impl Demo {
    /// The study, read back from the file the demo wrote (so the demo runs on
    /// exactly what a user would).
    pub fn study(&self) -> Result<Study, DemoError> {
        Ok(Study::load(&self.study_file)?)
    }

    /// The study's event log, opened for appending.
    pub fn event_log(&self, study: &Study) -> Result<Option<EventLog>, DemoError> {
        match &study.log {
            Some(path) => Ok(Some(EventLog::open(
                path,
                &study.source.file,
                &study.study_path,
            )?)),
            None => Ok(None),
        }
    }

    /// Start the fieldwork on `clock` (a simulated clock starting at `plan.start`):
    /// what happens at the start (the file's header) is written at once, so the file
    /// is there before the first look, and the rest by the paced writer, which calls
    /// `done` after its last action. The dashboard runs beside the returned writer and
    /// stops it on quit.
    pub fn start_writer(
        &self,
        clock: Clock,
        done: impl FnOnce() + Send + 'static,
    ) -> Result<Writer, DemoError> {
        let (now, later): (Vec<Action>, Vec<Action>) = self
            .plan
            .actions
            .iter()
            .cloned()
            .partition(|a| a.at <= self.plan.start);
        for action in &now {
            perform(&action.file, &self.dir)?;
        }
        Ok(spawn_writer(later, self.dir.clone(), clock, done))
    }

    /// What the demo says first: where the files are, that the data are invented
    /// and the clock simulated, and the story to watch for.
    pub fn introduction(&self, speed: Option<f64>) -> Vec<String> {
        let mut lines = vec![
            format!(
                "closeout demo: INVENTED data for a made-up study (seed {}); the clock is SIMULATED.",
                self.plan.seed
            ),
            format!("files: {}", self.dir.display()),
            format!(
                "study: {} (24 quota cells, three measures, target ±{} points at 95 %, decided by anytime)",
                self.study_file.display(),
                scenario::MARGIN * 100.0
            ),
        ];
        match speed {
            Some(speed) => lines.push(format!(
                "simulated time runs {speed} times faster than real time: one real second is {} simulated minutes",
                (speed / 6.0).round() / 10.0
            )),
            None => lines.push(
                "headless: every file action in order, each looked at at its simulated moment"
                    .into(),
            ),
        }
        lines.push("what happens (simulated times, UTC):".into());
        for moment in &self.plan.story {
            lines.push(format!(
                "  {SIMULATED} {}  {}",
                report::when(moment.at),
                moment.what
            ));
        }
        lines.push(String::new());
        lines
    }
}

/// Write the study file, a note saying the data are invented, and the true
/// proportions into `dir` (a folder from [`fresh_dir`]).
pub fn prepare(dir: &Path, plan: Plan) -> Result<Demo, DemoError> {
    let study_file = dir.join("study.toml");
    let write = |name: &str, text: &str| -> Result<(), DemoError> {
        let path = dir.join(name);
        std::fs::write(&path, text).map_err(|e| io_error(&path, &e))
    };
    write("study.toml", &plan.study_text)?;
    write("README.txt", &scenario::readme_text(plan.seed))?;
    let mut truth = String::from(
        "# INVENTED: the true proportions the demo's responses were drawn from\n\
         zone,age_band,measure,true_proportion,population\n",
    );
    for cell in &plan.truth {
        let (z, a) = cell.cell;
        for (spec, p) in scenario::MEASURES.iter().zip(cell.proportions) {
            truth.push_str(&format!(
                "{},{},{},{p:.4},{}\n",
                scenario::ZONES.get(z).unwrap_or(&""),
                scenario::AGE_BANDS.get(a).unwrap_or(&""),
                spec.name,
                cell.population.map_or_else(String::new, |n| n.to_string())
            ));
        }
    }
    write("truth.csv", &truth)?;
    Ok(Demo {
        dir: dir.to_path_buf(),
        study_file,
        plan,
    })
}

/// One cell × measure of the final coverage check.
#[derive(Clone, Debug, PartialEq)]
pub struct Covered {
    pub label: String,
    pub measure: String,
    pub lower: f64,
    pub upper: f64,
    pub truth: f64,
    pub covers: bool,
}

/// For every planned cell and measure with an interval under the deciding method:
/// whether it covers the true proportion.
pub fn coverage(snapshot: &Snapshot, truth: &[CellTruth]) -> Vec<Covered> {
    let mut out = Vec::new();
    for t in truth {
        let Some(cell) = snapshot
            .cells
            .iter()
            .find(|c| c.planned && c.label == t.label)
        else {
            continue;
        };
        for (m, &p) in cell.measures.iter().zip(t.proportions.iter()) {
            let Some(row) = m.bounds.iter().find(|b| b.method == snapshot.decide_by) else {
                continue;
            };
            if let (Some(lower), Some(upper)) = (row.lower, row.upper) {
                out.push(Covered {
                    label: t.label.clone(),
                    measure: m.name.clone(),
                    lower,
                    upper,
                    truth: p,
                    covers: lower <= p && p <= upper,
                });
            }
        }
    }
    out
}

/// The coverage check in words, labelled as the small check it is.
pub fn coverage_text(snapshot: &Snapshot, rows: &[Covered]) -> Vec<String> {
    let covered = rows.iter().filter(|r| r.covers).count();
    let mut lines = vec![
        "A small honest check: the data are simulated, so the true proportions are known (truth.csv).".to_string(),
        format!(
            "The final {} intervals at {} cover the true proportion in {covered} of {} cell × measure pairs.",
            snapshot.decide_by,
            report::confidence_label(snapshot.decision_confidence, 1.0 - snapshot.decision_confidence),
            rows.len()
        ),
    ];
    for r in rows.iter().filter(|r| !r.covers) {
        lines.push(format!(
            "  missed: {}, {}: {} to {}, true {}",
            r.label,
            r.measure,
            report::percent(r.lower),
            report::percent(r.upper),
            report::percent(r.truth)
        ));
    }
    lines.push(
        "One run is one draw: at 95 % about 1 interval in 20 may miss in a run (an anytime \
         interval misses less often, since its promise holds at every look at once; approximate \
         methods miss more often). Sampling error only."
            .to_string(),
    );
    lines
}

/// The cells that were at risk along the way, from the event log: label, from, to
/// (`None`: still at risk at the end).
pub fn at_risk_periods(log: &Path) -> Vec<(String, Timestamp, Option<Timestamp>)> {
    let Ok(text) = std::fs::read_to_string(log) else {
        return Vec::new();
    };
    let mut open: Vec<(String, Timestamp)> = Vec::new();
    let mut periods = Vec::new();
    for line in text.lines() {
        let Ok(entry) = serde_json::from_str::<serde_json::Value>(line) else {
            continue;
        };
        if entry["event"] != "cell_status" {
            continue;
        }
        let (Some(label), Some(time)) = (
            entry["label"].as_str(),
            entry["time"]
                .as_str()
                .and_then(|t| t.parse::<Timestamp>().ok()),
        ) else {
            continue;
        };
        if let Some(i) = open.iter().position(|(l, _)| l == label) {
            let (l, from) = open.remove(i);
            periods.push((l, from, Some(time)));
        }
        if entry["to"] == assess::Status::AtRisk.word() {
            open.push((label.to_string(), time));
        }
    }
    periods.extend(open.into_iter().map(|(l, from)| (l, from, None)));
    periods.sort_by(|a, b| a.1.cmp(&b.1).then_with(|| a.0.cmp(&b.0)));
    periods
}

/// The at-risk periods in words: the long ones (a day or more) by name, the short
/// ones counted.
pub fn at_risk_text(
    periods: &[(String, Timestamp, Option<Timestamp>)],
    end: Timestamp,
) -> Vec<String> {
    let day = jiff::SignedDuration::from_hours(24);
    let (long, short): (Vec<_>, Vec<_>) = periods
        .iter()
        .partition(|(_, from, to)| to.unwrap_or(end).duration_since(*from) >= day);
    let mut lines = Vec::new();
    for (label, from, to) in &long {
        lines.push(format!(
            "at risk for a day or more: {label}, from {SIMULATED} {} {}",
            report::when(*from),
            match to {
                Some(t) => format!("to {SIMULATED} {}", report::when(*t)),
                None => "to the end".to_string(),
            }
        ));
    }
    if !short.is_empty() {
        lines.push(format!(
            "{} shorter spells of 'at risk' (a cell quiet for a while, or an ETA briefly past the deadline): see events.jsonl",
            short.len()
        ));
    }
    lines
}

• • • • • • •

# PROBLEM STATEMENT:
Down to the last line, restate the records exactly.

# REPLY TO THE TASK:
impl Demo {
    /// The study, read back from the file the demo wrote (so the demo runs on
    /// exactly what a user would).
    pub fn study(&self) -> Result<Study, DemoError> {
        Ok(Study::load(&self.study_file)?)
    }

    /// The study's event log, opened for appending.
    pub fn event_log(&self, study: &Study) -> Result<Option<EventLog>, DemoError> {
        match &study.log {
            Some(path) => Ok(Some(EventLog::open(
                path,
                &study.source.file,
                &study.study_path,
            )?)),
            None => Ok(None),
        }
    }

    /// Start the fieldwork on `clock` (a simulated clock starting at `plan.start`):
    /// what happens at the start (the file's header) is written at once, so the file
    /// is there before the first look, and the rest by the paced writer, which calls
    /// `done` after its last action. The dashboard runs beside the returned writer and
    /// stops it on quit.
    pub fn start_writer(
        &self,
        clock: Clock,
        done: impl FnOnce() + Send + 'static,
    ) -> Result<Writer, DemoError> {
        let (now, later): (Vec<Action>, Vec<Action>) = self
            .plan
            .actions
            .iter()
            .cloned()
            .partition(|a| a.at <= self.plan.start);
        for action in &now {
            perform(&action.file, &self.dir)?;
        }
        Ok(spawn_writer(later, self.dir.clone(), clock, done))
    }

    /// What the demo says first: where the files are, that the data are invented
    /// and the clock simulated, and the story to watch for.
    pub fn introduction(&self, speed: Option<f64>) -> Vec<String> {
        let mut lines = vec![
            format!(
                "closeout demo: INVENTED data for a made-up study (seed {}); the clock is SIMULATED.",
                self.plan.seed
            ),
            format!("files: {}", self.dir.display()),
            format!(
                "study: {} (24 quota cells, three measures, target ±{} points at 95 %, decided by anytime)",
                self.study_file.display(),
                scenario::MARGIN * 100.0
            ),
        ];
        match speed {
            Some(speed) => lines.push(format!(
                "simulated time runs {speed} times faster than real time: one real second is {} simulated minutes",
                (speed / 6.0).round() / 10.0
            )),
            None => lines.push(
                "headless: every file action in order, each looked at at its simulated moment"
                    .into(),
            ),
        }
        lines.push("what happens (simulated times, UTC):".into());
        for moment in &self.plan.story {
            lines.push(format!(
                "  {SIMULATED} {}  {}",
                report::when(moment.at),
                moment.what
            ));
        }
        lines.push(String::new());
        lines
    }
}

/// Write the study file, a note saying the data are invented, and the true
/// proportions into `dir` (a folder from [`fresh_dir`]).
pub fn prepare(dir: &Path, plan: Plan) -> Result<Demo, DemoError> {
    let study_file = dir.join("study.toml");
    let write = |name: &str, text: &str| -> Result<(), DemoError> {
        let path = dir.join(name);
        std::fs::write(&path, text).map_err(|e| io_error(&path, &e))
    };
    write("study.toml", &plan.study_text)?;
    write("README.txt", &scenario::readme_text(plan.seed))?;
    let mut truth = String::from(
        "# INVENTED: the true proportions the demo's responses were drawn from\n\
         zone,age_band,measure,true_proportion,population\n",
    );
    for cell in &plan.truth {
        let (z, a) = cell.cell;
        for (spec, p) in scenario::MEASURES.iter().zip(cell.proportions) {
            truth.push_str(&format!(
                "{},{},{},{p:.4},{}\n",
                scenario::ZONES.get(z).unwrap_or(&""),
                scenario::AGE_BANDS.get(a).unwrap_or(&""),
                spec.name,
                cell.population.map_or_else(String::new, |n| n.to_string())
            ));
        }
    }
    write("truth.csv", &truth)?;
    Ok(Demo {
        dir: dir.to_path_buf(),
        study_file,
        plan,
    })
}

/// One cell × measure of the final coverage check.
#[derive(Clone, Debug, PartialEq)]
pub struct Covered {
    pub label: String,
    pub measure: String,
    pub lower: f64,
    pub upper: f64,
    pub truth: f64,
    pub covers: bool,
}

/// For every planned cell and measure with an interval under the deciding method:
/// whether it covers the true proportion.
pub fn coverage(snapshot: &Snapshot, truth: &[CellTruth]) -> Vec<Covered> {
    let mut out = Vec::new();
    for t in truth {
        let Some(cell) = snapshot
            .cells
            .iter()
            .find(|c| c.planned && c.label == t.label)
        else {
            continue;
        };
        for (m, &p) in cell.measures.iter().zip(t.proportions.iter()) {
            let Some(row) = m.bounds.iter().find(|b| b.method == snapshot.decide_by) else {
                continue;
            };
            if let (Some(lower), Some(upper)) = (row.lower, row.upper) {
                out.push(Covered {
                    label: t.label.clone(),
                    measure: m.name.clone(),
                    lower,
                    upper,
                    truth: p,
                    covers: lower <= p && p <= upper,
                });
            }
        }
    }
    out
}

/// The coverage check in words, labelled as the small check it is.
pub fn coverage_text(snapshot: &Snapshot, rows: &[Covered]) -> Vec<String> {
    let covered = rows.iter().filter(|r| r.covers).count();
    let mut lines = vec![
        "A small honest check: the data are simulated, so the true proportions are known (truth.csv).".to_string(),
        format!(
            "The final {} intervals at {} cover the true proportion in {covered} of {} cell × measure pairs.",
            snapshot.decide_by,
            report::confidence_label(snapshot.decision_confidence, 1.0 - snapshot.decision_confidence),
            rows.len()
        ),
    ];
    for r in rows.iter().filter(|r| !r.covers) {
        lines.push(format!(
            "  missed: {}, {}: {} to {}, true {}",
            r.label,
            r.measure,
            report::percent(r.lower),
            report::percent(r.upper),
            report::percent(r.truth)
        ));
    }
    lines.push(
        "One run is one draw: at 95 % about 1 interval in 20 may miss in a run (an anytime \
         interval misses less often, since its promise holds at every look at once; approximate \
         methods miss more often). Sampling error only."
            .to_string(),
    );
    lines
}

/// The cells that were at risk along the way, from the event log: label, from, to
/// (`None`: still at risk at the end).
pub fn at_risk_periods(log: &Path) -> Vec<(String, Timestamp, Option<Timestamp>)> {
    let Ok(text) = std::fs::read_to_string(log) else {
        return Vec::new();
    };
    let mut open: Vec<(String, Timestamp)> = Vec::new();
    let mut periods = Vec::new();
    for line in text.lines() {
        let Ok(entry) = serde_json::from_str::<serde_json::Value>(line) else {
            continue;
        };
        if entry["event"] != "cell_status" {
            continue;
        }
        let (Some(label), Some(time)) = (
            entry["label"].as_str(),
            entry["time"]
                .as_str()
                .and_then(|t| t.parse::<Timestamp>().ok()),
        ) else {
            continue;
        };
        if let Some(i) = open.iter().position(|(l, _)| l == label) {
            let (l, from) = open.remove(i);
            periods.push((l, from, Some(time)));
        }
        if entry["to"] == assess::Status::AtRisk.word() {
            open.push((label.to_string(), time));
        }
    }
    periods.extend(open.into_iter().map(|(l, from)| (l, from, None)));
    periods.sort_by(|a, b| a.1.cmp(&b.1).then_with(|| a.0.cmp(&b.0)));
    periods
}

/// The at-risk periods in words: the long ones (a day or more) by name, the short
/// ones counted.
pub fn at_risk_text(
    periods: &[(String, Timestamp, Option<Timestamp>)],
    end: Timestamp,
) -> Vec<String> {
    let day = jiff::SignedDuration::from_hours(24);
    let (long, short): (Vec<_>, Vec<_>) = periods
        .iter()
        .partition(|(_, from, to)| to.unwrap_or(end).duration_since(*from) >= day);
    let mut lines = Vec::new();
    for (label, from, to) in &long {
        lines.push(format!(
            "at risk for a day or more: {label}, from {SIMULATED} {} {}",
            report::when(*from),
            match to {
                Some(t) => format!("to {SIMULATED} {}", report::when(*t)),
                None => "to the end".to_string(),
            }
        ));
    }
    if !short.is_empty() {
        lines.push(format!(
            "{} shorter spells of 'at risk' (a cell quiet for a while, or an ETA briefly past the deadline): see events.jsonl",
            short.len()
        ));
    }
    lines
}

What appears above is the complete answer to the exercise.